所謂患難見人心,這些人都是一起玩了好幾年了,雖然平時經常取笑他,可這關鍵時刻就算已經有人掛了,還是打算守到老劉到最後一刻。
「唉。」老劉嘆了一口氣,因為自己愛顯擺,不但害得自己物品不包,還把這些老朋友給害死了兩個。
「老劉,一會我們保護你衝出去,到時候你別管我們,有多快跑多快。」在團隊頻道中,山窮水盡下有人想要最後一搏了。
「罷了罷了。」老劉終於搖了搖頭,長舒一口氣:「禍是我闖的,守是守不下了,我去碰碰幾率算了,到時候爆掉了你們千萬別去撿,出不去的。」
「老劉,你幹什麼?」
老劉撥開了保護圈,獨自一人走了出去,在身後人驚愕的眼神中,老劉找了個跳得最凶的劍士。
劍士一看老劉走出了保護圈,當即興奮就是一劍刺了出去,這一劍刺出去老劉根本連躲都沒有躲。
一劍並沒有殺掉老劉,老劉的血量雖然不是很健康可仍然在半血以上,那個劍客裝備一般,想要直接秒殺掉老劉還是很困難的。
一劍接着一劍朝着老劉刺了過來,劍客動了技能,連續出了三劍,三連劍很難命中可老劉根本不閃躲自然不可能空掉。
老劉之所以去送死是想去賭一賭幾率,可他拿到的時間實在是太短了,沒有任何意外東西被爆了出來。
「哈哈,東西我拿到了。」那個劍客一看地上的號角,暗金品質的光澤讓他無比的激動,哈哈大笑了一聲。
他剛一撿起來,突然不知道從哪裏,背後飛來了一個火球直接命中了他的後背,他剛要轉身看是誰在打他,還沒轉過身又是不知道哪裏飛來的亂箭直接把他射成了刺蝟。
暗金號角又被爆了出來,拿在手裏還沒有過兩秒就直接掛掉了。
老劉的那些老朋友,一看老劉選擇了自己去送死,嘆息了一聲看了一眼暗金號角,也沒有多想直接退出了戰場。
他們雖然之前攻擊了一些玩家,可是現在玩家的注意力都在那個暗金號角上,誰會去注意他們。
對於他們來說,只要你不是搶東西的,你要走隨便走,走了少批人競爭更好。
「是個敢作敢當的人。」白松看到了老劉的舉動,這名玩家雖然在性格上有點問題,但人品卻是能過得去:「只是,那個隱藏身份的公會,現在就很難辦了。」
正如白松所言,現在的局面已經不是混亂了,完全就是瘋狂!
號角前一秒被人撿起來,下一秒就掉回了地上,撿起來掉下去如此反覆之下,號角周圍已經掛掉了不少人。

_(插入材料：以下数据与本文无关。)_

@functools.cache
def sgs_kernel(single: bool, ordinary: bool, secondary: bool):
    """The compiled kernel for one member or a batch sharing the path, simple or ordinary kriging,
    with or without a collocated secondary.

    The three are constants of the kernel's closure, so numba drops the code of the options a
    run does not use before typing it: a first run compiles about a fifth less, once per
    variant it uses (numba's cache keeps each variant under its own name).
    """
    def _sgs_kernel(field, done, active_flat, path, normals, shape3, origin, step, offsets, lags, table,
                    table_lin, table_zero, use_table, data_cov, dcoords, dscores, dnbr, cm, max_nodes, tol,
                    nugget_node_data, a, ids, fail, sec, sec_b, sec_noise, sec_max):
        """Simulate every node of ``path`` into ``field`` (flat nodes x members, NaN = not yet simulated).

        The members (columns of ``field`` and ``normals``) share the path.  ``single`` (one
        member) borders the factored system with the values; otherwise the weights are
        solved for once per node and applied to each member, so that a member's bits do
        not depend on how many others are computed with it.

        With a secondary (``secondary``; ``sec`` holds its score at every flat node, NaN outside
        the domain), the secondary values ``s`` of up to ``sec_max`` nodes not yet simulated, met
        while scanning the template, join the system as noisy measurements of the primary,
        ``s / b = y + e / b`` (covariances of the primary, plus ``(1 - rho^2) / b^2`` on their
        own diagonal), and the simple-kriging moments are then updated with the collocated value
        (Markov model, see :func:`geosim.kriging.collocated_update`): gain
        ``g = b v / (b^2 v + 1 - rho^2)``, mean ``(1 - g b) y + g s``, variance ``(1 - g b) v``.

        Returns -1, or the path position where a local covariance matrix failed to factor
        (then ``fail = [position, pivot, n_data, n_total]`` and ``ids`` holds the data ids
        followed by the template indices of the node neighbours).
        """
        nz, ny, nx = shape3[0], shape3[1], shape3[2]
        nt = offsets.shape[0]
        kd = dnbr.shape[1]
        kmax = a.shape[0]
        rhs = np.empty(kmax)
        zv = np.empty(kmax)
        rel = np.empty((kmax, 3))  # conditioning points relative to the node being simulated
        lin = np.empty(kmax, dtype=np.int64)
        use_data_cov = data_cov.shape[0] > 0
        codes, sills, mats, params, tables, steps = cm
        nugget = 0.0
        c0 = 0.0  # cov_lag at lag zero, summed in its order (a tabulated structure's first entry)
        for jj in range(codes.shape[0]):
            c0 += sills[jj] * tables[jj, 0] if codes[jj] == TABULATED else sills[jj]
            if codes[jj] == NUGGET:
                nugget += sills[jj]
        tr = np.empty((kd, 3))  # the data's positions in one structure's reduced coordinates
        nb = field.shape[1]  # realizations sharing this path
        acc = np.empty(nb)
        lin_node = np.empty(kmax, dtype=np.int64)  # flat index of each simulated neighbour
        wts = np.empty(kmax)
        sec_t = np.empty(max(sec_max, 1), dtype=np.int64)
        sec_node = np.empty(max(sec_max, 1), dtype=np.int64)
        for p in range(path.shape[0]):
            pos = path[p]
            flat = active_flat[pos]
            k = flat // (ny * nx)
            rem = flat - k * ny * nx
            i = rem // nx
            j = rem - i * nx
            x = origin[0] + j * step[0]
            y = origin[1] + i * step[1]
            z = origin[2] + k * step[2]
            m = 0
            for q in range(kd):
                d = dnbr[pos, q]
                if d < 0:
                    break
                ids[m] = d
                zv[m] = dscores[d]
                rel[m, 0] = dcoords[d, 0] - x
                rel[m, 1] = dcoords[d, 1] - y
                rel[m, 2] = dcoords[d, 2] - z
                m += 1
            nd = m
            ns = 0  # secondary values of nodes not yet simulated, met on the way
            if max_nodes > 0 or (secondary and sec_max > 0):
                for t in range(nt):
                    kk = k + offsets[t, 0]
                    ii = i + offsets[t, 1]
                    jj = j + offsets[t, 2]
                    if kk < 0 or kk >= nz or ii < 0 or ii >= ny or jj < 0 or jj >= nx:
                        continue
                    node = (kk * ny + ii) * nx + jj
                    if done[node]:
                        if m - nd < max_nodes:
                            ids[m] = t
                            lin_node[m] = node
                            lin[m] = table_lin[t]
                            if single:
                                zv[m] = field[node, 0]
                            rel[m, 0] = lags[t, 0]
                            rel[m, 1] = lags[t, 1]
                            rel[m, 2] = lags[t, 2]
                            m += 1
                            if m - nd == max_nodes:
                                break
                    elif secondary and ns < sec_max and sec[node] == sec[node]:
                        sec_t[ns] = t
                        sec_node[ns] = node
                        ns += 1
                        if max_nodes == 0 and ns == sec_max:
                            break
            ms = m  # rows from ms on are secondary values, as noisy measurements of the primary
            if secondary:
                for q in range(ns):
                    t = sec_t[q]
                    ids[m] = -2 - t
                    lin_node[m] = sec_node[q]
                    lin[m] = table_lin[t]
                    zv[m] = sec[sec_node[q]] / sec_b
                    rel[m, 0] = lags[t, 0]
                    rel[m, 1] = lags[t, 1]
                    rel[m, 2] = lags[t, 2]
                    m += 1
            # node-to-data covariances one structure at a time, so that the choice of formula is
            # made once per structure and node rather than per entry (about 1.6 times faster).
            # Simulated nodes never lie on a datum (such nodes take the datum's score and are not
            # searched), so the nugget adds nothing here unless cells are tinier than 1e-5 m.
            for r in range(nd, m):
                for s in range(nd):
                    a[r, s] = 0.0
                    if nugget_node_data and ((rel[r, 0] - rel[s, 0]) ** 2 + (rel[r, 1] - rel[s, 1]) ** 2
                                             + (rel[r, 2] - rel[s, 2]) ** 2) <= ZERO_LAG2:
                        a[r, s] = nugget
            for jj in range(codes.shape[0]):
                code = codes[jj]
                if code == NUGGET or nd == 0:
                    continue
                sj = sills[jj]
                m00, m01, m02 = mats[jj, 0, 0], mats[jj, 0, 1], mats[jj, 0, 2]
                m10, m11, m12 = mats[jj, 1, 0], mats[jj, 1, 1], mats[jj, 1, 2]
                m20, m21, m22 = mats[jj, 2, 0], mats[jj, 2, 1], mats[jj, 2, 2]
                for s in range(nd):
                    tr[s, 0] = m00 * rel[s, 0] + m01 * rel[s, 1] + m02 * rel[s, 2]
                    tr[s, 1] = m10 * rel[s, 0] + m11 * rel[s, 1] + m12 * rel[s, 2]
                    tr[s, 2] = m20 * rel[s, 0] + m21 * rel[s, 1] + m22 * rel[s, 2]
                # a spherical or cubic structure is exactly 0 from reduced distance 1 on: skip the
                # square root and the polynomial there (adding 0.0 would change no bit)
                bounded = code == SPHERICAL or code == CUBIC
                for r in range(nd, m):
                    u = m00 * rel[r, 0] + m01 * rel[r, 1] + m02 * rel[r, 2]
                    v = m10 * rel[r, 0] + m11 * rel[r, 1] + m12 * rel[r, 2]
                    w = m20 * rel[r, 0] + m21 * rel[r, 1] + m22 * rel[r, 2]
                    for s in range(nd):
                        h2 = (tr[s, 0] - u) ** 2 + (tr[s, 1] - v) ** 2 + (tr[s, 2] - w) ** 2
                        if bounded and h2 >= 1.0:
                            continue
                        h = math.sqrt(h2)
                        if code == TABULATED:
                            a[r, s] += sj * tabulated_correlation(tables, steps, jj, h)
                        else:
                            a[r, s] += sj * analytic_correlation(code, h)
            # data-data entries from the data's matrix, node-node entries from the offsets' table;
            # the formula where these are missing.  One call site of cov_lag for the row and the
            # right-hand side (s = r + 1, the node itself at lag rel[r] - 0.0, the bits of rel[r]):
            # every site is inlined, and each one costs about a second of compiling on a first run.
            for r in range(m):
                node_row = r >= nd
                tab = node_row and use_table
                for s in range(nd if node_row else 0, r + 2):
                    if s > r:
                        if tab:
                            rhs[r] = table[table_zero + lin[r]]
                            continue
                        ox = oy = oz = 0.0
                    elif tab:
                        a[r, s] = table[table_zero + lin[r] - lin[s]]
                        continue
                    elif not node_row and use_data_cov:
                        a[r, s] = data_cov[ids[r], ids[s]]
                        continue
                    else:
                        ox, oy, oz = rel[s, 0], rel[s, 1], rel[s, 2]
                    cv = cov_lag(cm, rel[r, 0] - ox, rel[r, 1] - oy, rel[r, 2] - oz)
                    if s > r:
                        rhs[r] = cv
                    else:
                        a[r, s] = cv
                if secondary and r >= ms:
                    a[r, r] += sec_noise / (sec_b * sec_b)  # the measurement's own noise
            mean = 0.0
            var = c0
            if m > 0:
                # border the system with the right-hand side, the values of a single realization
                # (and a row of ones for ordinary kriging): factoring its first m pivots leaves the
                # variance and the estimate in the trailing block, with no separate triangular
                # solves.  A batch sharing the path borders no values: its weights are solved for
                # once below and applied to every member's values.
                for r in range(m):
                    a[m, r] = rhs[r]
                a[m, m] = c0
                order = m + 1
                if single:
                    for r in range(m):
                        a[order, r] = zv[r]
                    a[order, m] = 0.0
                    a[order, order] = 0.0
                    order += 1
                one = order
                if ordinary:
                    for r in range(m):
                        a[one, r] = 1.0
                    for s in range(m, one + 1):
                        a[one, s] = 0.0
                    order += 1
                bad = chol_partial(a, order, m, tol)
                if bad >= 0:
                    fail[0] = p
                    fail[1] = bad
                    fail[2] = nd
                    fail[3] = m
                    return p
                var = a[m, m]
                mu = 0.0
                if single:
                    mean = -a[m + 1, m]
                if ordinary:
                    uy = -a[one, m]
                    uu = -a[one, one]
                    mu = (1.0 - uy) / uu
                    if single:
                        mean += mu * -a[one, m + 1]
                    var += (1.0 - uy) * (1.0 - uy) / uu
                if not single:
                    # weights L^-T (y + mu u): the rows of y = L^-1 c and u = L^-1 1
                    for r in range(m):
                        wts[r] = a[m, r] + (mu * a[one, r] if ordinary else 0.0)
                    backward_t_inplace(a, m, wts)
                    mean = 0.0
                    for r in range(nd):
                        mean += wts[r] * zv[r]
                    if secondary:
                        for r in range(ms, m):
                            mean += wts[r] * zv[r]
            if var < 0.0:
                var = 0.0
            keep = 1.0
            pull = 0.0
            if secondary:
                gain = sec_b * var / (sec_b * sec_b * var + sec_noise)
                keep = 1.0 - gain * sec_b
                pull = gain * sec[flat]
                var *= keep
            sd = math.sqrt(var)
            if single:
                if secondary:
                    mean = keep * mean + pull
                field[flat, 0] = mean + sd * normals[p, 0]
            else:
                # neighbour by neighbour over the members: each neighbour's row of members is
                # contiguous, and each member still sums its terms in the order of the rows
                for b in range(nb):
                    acc[b] = mean
                for r in range(nd, ms):
                    wr = wts[r]
                    nr = lin_node[r]
                    for b in range(nb):
                        acc[b] += wr * field[nr, b]
                if secondary:
                    for b in range(nb):
                        acc[b] = keep * acc[b] + pull
                for b in range(nb):
                    field[flat, b] = acc[b] + sd * normals[p, b]
            done[flat] = 1
        return -1
    _sgs_kernel.__qualname__ = f"_sgs_kernel_{int(single)}{int(ordinary)}{int(secondary)}"
    return njit(cache=True, nogil=True)(_sgs_kernel)
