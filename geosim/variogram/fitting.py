"""Fitting nested covariance models to experimental semivariograms.

Weighted least squares (``scipy.optimize.least_squares``, trust-region with
bounds) over the parameters of a template :class:`~geosim.variogram.Model`.

Parameters are named ``"<j>.<field>"`` where ``j`` indexes
``template.structures`` (from 0) and the field is ``sill``, ``major``,
``minor``, ``vertical`` (the three ranges, metres) or the structure's shape
parameter (``smoothness`` for Matern).  Orientations (azimuth, dip, rake) are
kept from the template: choose them from a variogram map or geology, then fit.

Which ranges are free: with only omnidirectional variograms, each structure's
ranges scale together (``major`` is free, ``minor`` and ``vertical`` keep their
template ratios to it).  With directional (or down-hole) variograms, an axis is
free when some direction lies within 30 degrees of it; the other axes keep
their template ratio to ``major``.  Anything named in ``fixed`` keeps its
template value.

Weightings, for bin ``k`` with ``N_k`` pairs, experimental ``g_k`` and model
``gamma_k``:

* ``"cressie"``: residual ``sqrt(N_k) (g_k / gamma_k - 1)``, Cressie (1985),
  Fitting variogram models by weighted least squares, Mathematical Geology 17(5)
  (the criterion from memory);
* ``"pairs"``: residual ``sqrt(N_k) (g_k - gamma_k)``;
* ``"equal"``: residual ``g_k - gamma_k``.

Omnidirectional variograms are compared with the model averaged over evenly
spread directions (horizontal azimuths in 2-D, a hemisphere in 3-D); for an
isotropic model that average is exact.
"""
from __future__ import annotations

import math
import logging
from collections.abc import Mapping, Sequence
from dataclasses import dataclass, field

import numpy as np

from ..errors import InputError
from .anisotropy import Anisotropy, axes
from .experimental import ExperimentalVariogram
from .model import Model

log = logging.getLogger(__name__)

WEIGHTINGS = ("cressie", "pairs", "equal")
_COVERED = math.cos(math.radians(30.0))
# warn when the total sill is beyond x1.5 or /1.5 the sample variance (common practice, no source)
_SILL_FACTOR = 1.5


@dataclass
class FitResult:
    """Outcome of :func:`fit_model`.

    Attributes
    ----------
    model_ : Model
        The fitted model.
    params_ : dict
        Every parameter (free, tied and fixed) by name, as fitted.
    free_ : tuple of str
        Names of the parameters the fit adjusted.
    wrss_ : float
        Weighted residual sum of squares at the optimum (constraint penalty excluded).
    rmse_ : float
        Root mean square of ``g_k - gamma_k`` over the bins used (unweighted,
        in the units of the semivariance).
    rmse_by_direction_ : dict
        The same per experimental variogram, keyed by its label.
    nbins_ : int
        Bins used in the fit.
    success_ : bool
        Whether the optimizer reported convergence.
    message_ : str
        The optimizer's message.
    warnings_ : list of str
        Signs of a degenerate fit (also logged as notes on the ``geosim`` logger).
    weighting : str
        The weighting used.
    ndim_ : int
        2 or 3: the dimension of the data fitted (the model's text shows what applies).
    """

    model_: Model
    params_: dict
    free_: tuple
    wrss_: float
    rmse_: float
    rmse_by_direction_: dict
    nbins_: int
    success_: bool
    message_: str
    warnings_: list = field(default_factory=list)
    weighting: str = "cressie"
    ndim_: int = 3

    def to_dict(self) -> dict:
        """Plain data for JSON reports: the model as ``to_dicts()``, parameters, fit figures, warnings."""
        return {"model": self.model_.to_dicts(), "model_text": self.model_.text(self.ndim_), "params": dict(self.params_),
                "free": list(self.free_), "weighting": self.weighting, "wrss": self.wrss_, "rmse": self.rmse_,
                "rmse_by_direction": dict(self.rmse_by_direction_), "nbins": self.nbins_,
                "success": self.success_, "message": self.message_, "warnings": list(self.warnings_)}

    def __str__(self) -> str:
        lines = ["fitted model:", self.model_.text(self.ndim_),
                 f"weighting: {self.weighting}; bins used: {self.nbins_}; "
                 f"free parameters: {len(self.free_)}",
                 f"weighted RSS: {self.wrss_:.6g}; RMSE: {self.rmse_:.6g}"]
        for label, v in self.rmse_by_direction_.items():
            lines.append(f"  RMSE {label}: {v:.6g}")
        lines += [f"warning: {w}" for w in self.warnings_]
        return "\n".join(lines)


def parameter_names(template: Model) -> list[str]:
    """All parameter names of a template model, in order.

    Examples
    --------
    >>> import geosim
    >>> from geosim.variogram import Nugget, Spherical, parameter_names
    >>> parameter_names(Nugget(0.2) + Spherical(0.8, 100.0))
    ['0.sill', '1.sill', '1.major', '1.minor', '1.vertical']
    """
    names = []
    for j, s in enumerate(template.structures):
        names.append(f"{j}.sill")
        if s.kind != "nugget":
            names += [f"{j}.major", f"{j}.minor", f"{j}.vertical"]
        if s.param_name:
            names.append(f"{j}.{s.param_name}")
    return names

而這對於公會勢力那邊也很難受,清理無關玩家還沒有完成,戰局一下子就變成了白惡化了。
在利益面前每個人都瘋狂了,誰管你公會不公會的,只要攔路就是瘋狂的攻擊,根本不像之前那樣還躲藏。
一小會兒,公會勢力就遭受了慘重的損失。